# Yes, it's me again. This time - Leash Aggression



## Bella's Momma (Jul 26, 2009)

So with the help of a week of taining sessions, and lots of walks, we are making progress on the pulling. Her trainer said 6 months of DAILY walks and we should it much better. Well we are ahead of the curve on that one. So the next thing - leash aggression. Please.Help.

We worked on it with the trainer and after lots of work with a particular dog in one session, it was great. But obviously that doesn't translate to the great world out there.

Sometimes she is barking a playful yippy bark, though this AM we were in our front yard (on a leash) and she went nutso on a golden (isn't it always the old calm golden she goes crazy over! They barely acknowledge her). She reared up, yanked at the leash, serious "big girl" barking. I brought her back from the sidewalk up to the porch (losing my shoe in the process - what a sight we must have been!), I tried to block her view, I put her in a sit. It was chaos. I finally even muzzled her with my hands, but it didn't seem to matter, she still tried to bark. She is not making poodles look good, people! Even after they were far far down the road, I brought her back off the porch to the grass (only when she stopped yapping) and she continued to then look in their direction and bark or yap. She was so keyed up. I will admit they did take us by surprise (we now live one house down from the corner so they rounded the corner). But this is far from an isolated incident. THE BEST response I get from her when we're walking is the yippy-yapping and pulling.


----------



## fjm (Jun 4, 2010)

I've found that plenty of exercise - at least one off leash walk a day, and preferably two - plus simply turning and walking away at the first yap has worked best. It sometimes takes several turns, but increasing the distance from the other dog, and turning so she can no longer see it, has worked with the rather reactive little terrier I regularly walk.


----------



## outwest (May 1, 2011)

If she isn't listening to you when you tell her to quiet, then she thinks she is the alpha dog and you her subordinate, otherwise she would listen. Talk to the dog trainer about how to make yourself the boss rather than her. Once you get that straightened out, it should be easier.


----------



## JE-UK (Mar 10, 2010)

I doubt very much she thinks she is dominant. As long as she can't work the can-opener or the doorknob, there's not much chance she'll be the dominant one in the relationship.

If she isn't listening to you, it's because her brain is consumed with something else that is terribly exciting and engaging and she hasn't been taught through much happy repetition that listening to you leads to Good Things For Poodles.

I don't have a problem with other dogs, but I do have a problem with my dog with sheep. He had one very embarassing (for me, not him!) incident of chasing sheep while we were hiking in the wilds of the Welsh hills, and he still thinks that it would be SO much fun to try again.

We walk through sheep fields a lot. Plus the farmer that keeps my horse has sheep and doesn't mind if I occasionally annoy them.

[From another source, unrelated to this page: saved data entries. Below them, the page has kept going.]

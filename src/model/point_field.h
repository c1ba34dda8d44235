// SPDX-License-Identifier: GPL-2.0-or-later
#pragma once

#include <cstdint>
#include <memory>
#include <optional>
#include <span>
#include <variant>

#include "model/point_map.h"
#include "sphere/bilinear.h"

namespace foreglow {

/// A scalar at single pixels of a grid: a number, or a template read there.
///
/// On the grid and in its frame the template's own pixel is taken. Another template follows load_sky for
/// indices, curvatures and fractions: from a coarser grid or another frame bilinearly between rings, from a
/// finer one first the mean of the children, weighted with |brightness| where there are weights.
class PointField {
  public:
    [[nodiscard]] static PointField uniform(double value) { return PointField(value); }
    /// @param weights  the brightness template, or null for plain means
    [[nodiscard]] static PointField of_map(std::shared_ptr<const PointMap> map,
                                           std::shared_ptr<const PointMap> weights, const HealpixGrid& grid,
                                           Frame frame);

    /// Tells whether the template's own pixels are taken.
    [[nodiscard]] bool is_pixel_for_pixel() const;

    /// Writes the values at RING pixels of the grid, [n].
    void evaluate(std::span<const std::int64_t> pixels, std::span<double> out) const;

  private:
    struct Map {
        std::shared_ptr<const PointMap> map, weights;
        HealpixGrid grid{1};  // that is asked
        Frame frame = Frame::Galactic;
        HealpixGrid between{1};  // of the map's frame: the coarser of the two grids
        std::optional<BilinearSampler> sampler;

        void evaluate(std::span<const std::int64_t> pixels, std::span<double> out) const;
        void read_coarsened(std::span<const std::int64_t> pixels, std::span<double> out) const;
        void read_weights(std::span<const std::int64_t> pixels, std::span<double> out) const;
    };
    explicit PointField(std::variant<double, Map> source) : source_(std::move(source)) {}
    std::variant<double, Map> source_;
};

/// Writes the stencils of bilinear interpolation at pixels of another grid and frame, four entries each.
/// @param pixels, weights  [4 n]
void make_stencils(const BilinearSampler& sampler, Frame map_frame, const HealpixGrid& to_grid,
                   Frame to_frame, std::span<const std::int64_t> to_pixels, std::span<std::int64_t> pixels,
                   std::span<double> weights);

/// Returns the mean of four values, undefined ones left out; undefined where none is defined.
[[nodiscard]] double mean_of_four(std::span<const double> values, std::span<const double> weights);

}  // namespace foreglow
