// SPDX-License-Identifier: GPL-2.0-or-later
#pragma once

#include <cstdint>
#include <memory>
#include <optional>
#include <span>

#include "model/model_spec.h"
#include "model/sky_model.h"
#include "sphere/harmonics.h"

namespace foreglow {

/// The bundled invented sky at single pixels of a grid: only the rings that hold them are made.
///
/// Where many rings are asked for on a grid of nside 512 or less, the whole sky is made once and kept.
class SketchPoints {
  public:
    /// The grid where none is asked for: half a degree in two pixels, and the sketch is smoother than a
    /// degree.
    static constexpr int usual_nside = 256;

    SketchPoints(const SketchSpec& sketch, const HealpixGrid& grid, bool with_polarization);

    /// Makes the values at RING pixels, as make_sketch_sky to a rounding.
    [[nodiscard]] SkyStrip evaluate(std::span<const std::int64_t> pixels) const;

  private:
    void add_ring(int ring, std::span<const std::int64_t> pixels, std::span<const std::size_t> places,
                  SkyStrip& out) const;
    [[nodiscard]] SkyStrip pick_from_whole(std::span<const std::int64_t> pixels) const;

    SketchSpec sketch_;
    HealpixGrid grid_;
    std::optional<Alm> texture_, index_, curvature_;
    std::optional<AlmEB> polarization_;
    mutable std::shared_ptr<const SkyStrip> whole_;
};

}  // namespace foreglow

Start at the distance from the distraction (sheep, other dogs, whatever) where the dog still CAN listen to you. Work on heeling, loose leash walking, sits and downs, tricks, whatever, with lots of happy encouragement and yummy treats.

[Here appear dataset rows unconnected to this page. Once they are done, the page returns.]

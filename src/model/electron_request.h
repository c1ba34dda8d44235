// SPDX-License-Identifier: GPL-2.0-or-later
#pragma once

#include <functional>
#include <optional>
#include <string>

#include "physics/electron_law.h"

namespace foreglow {

enum class AgingWord { None, Continuous, Isotropized, FixedPitch };

/// What a user says about electrons, each value by itself good; a map may stand for three of them.
struct ElectronRequest {
    std::optional<double> field_uG, break_GeV, break_step, cutoff_GeV, age_Myr, redshift;
    std::optional<FieldGeometry> geometry;
    std::optional<CutoffShape> cutoff, edge;
    std::optional<AgingWord> aging;
    bool has_field_map = false, has_break_map = false, has_cutoff_map = false;
};

/// Refuses a key ("break_step"), which the caller names as its users know it. Must throw.
using RefuseKey = std::function<void(const std::string& key, const std::string& message)>;

/// Makes the law that a request describes.
/// @throws what refuse throws, where keys contradict each other or one is missing
[[nodiscard]] ElectronLaw make_electron_law(const ElectronRequest& request, const RefuseKey& refuse);

}  // namespace foreglow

When the dog is solid at a distance, gradually (GRADUALLY) work closer, rewarding even more for the dog keeping her attention on you as the distraction gets closer.

Even now, when we go through a sheep field, I put my dog on a heel, even if the sheep are far away. We practice slow heeling, fast heeling, turns until we are past the sheep, and he gets lots of praise and treats for paying attention.

It helps if you can work on it every day, even just for five minutes. You need to give her a reason to listen to you and to reinforce, reinforce, reinforce the HABIT of listening to you.

FJM's comment about exercise is spot on. A tired dog is much easier to work with on distracting, compelling things.

Is she in any sort of training? Obedience, agility, flyball? These things give the dog the habit of looking to you for direction, because you are the source of praise, toys, treats, and fun.


----------



## fjm (Jun 4, 2010)

Good post, JE - there have been experiments that have shown that an animal that is totally concentrating on something is not ignoring you, they simply don't hear you. Think of when you are absorbed in a book or a game, and someone has to ask you a question several times (anyone living with teenagers will be particularly familiar with this phenomenon!). 

I've had to go through a very similar process with Poppy and sheep - if they are too close I still put her on a lead, but I can keep her with me the rest of the time, especially if she knows I have treats in my pocket. We are now working on being able to call them back from chasing rabbits - now that one is a challenge, especially since Poppy and her terrier friend Jill actually managed to catch one (and yes, they knew EXACTLY what to do, and it was not nice!).


----------



## JE-UK (Mar 10, 2010)

fjm said:


> Good post, JE - there have been experiments that have shown that an animal that is totally concentrating on something is not ignoring you, they simply don't hear you. Think of when you are absorbed in a book or a game, and someone has to ask you a question several times (anyone living with teenagers will be particularly familiar with this phenomenon!).
> 
> I've had to go through a very similar process with Poppy and sheep - if they are too close I still put her on a lead, but I can keep her with me the rest of the time, especially if she knows I have treats in my pocket. We are now working on being able to call them back from chasing rabbits - now that one is a challenge, especially since Poppy and her terrier friend Jill actually managed to catch one (and yes, they knew EXACTLY what to do, and it was not nice!).


Yes! I read that study too ... they actually showed through brain scans that animals that were completely focused on something literally couldn't register other stimuli. Very interesting. Although my S.O. latched onto that with a vengeance, as an explanation for why he doesn't hear me until the 97th repetition :smile:.

So no need for dinner when Poppy catches her own? That's about as genuine a raw feeding experience as you can get!

My (so far unsurmountable) challenge is calling Vasco off squirrels .... completely obsessed. Someday, probably when he's 20 and too blind to see them!


----------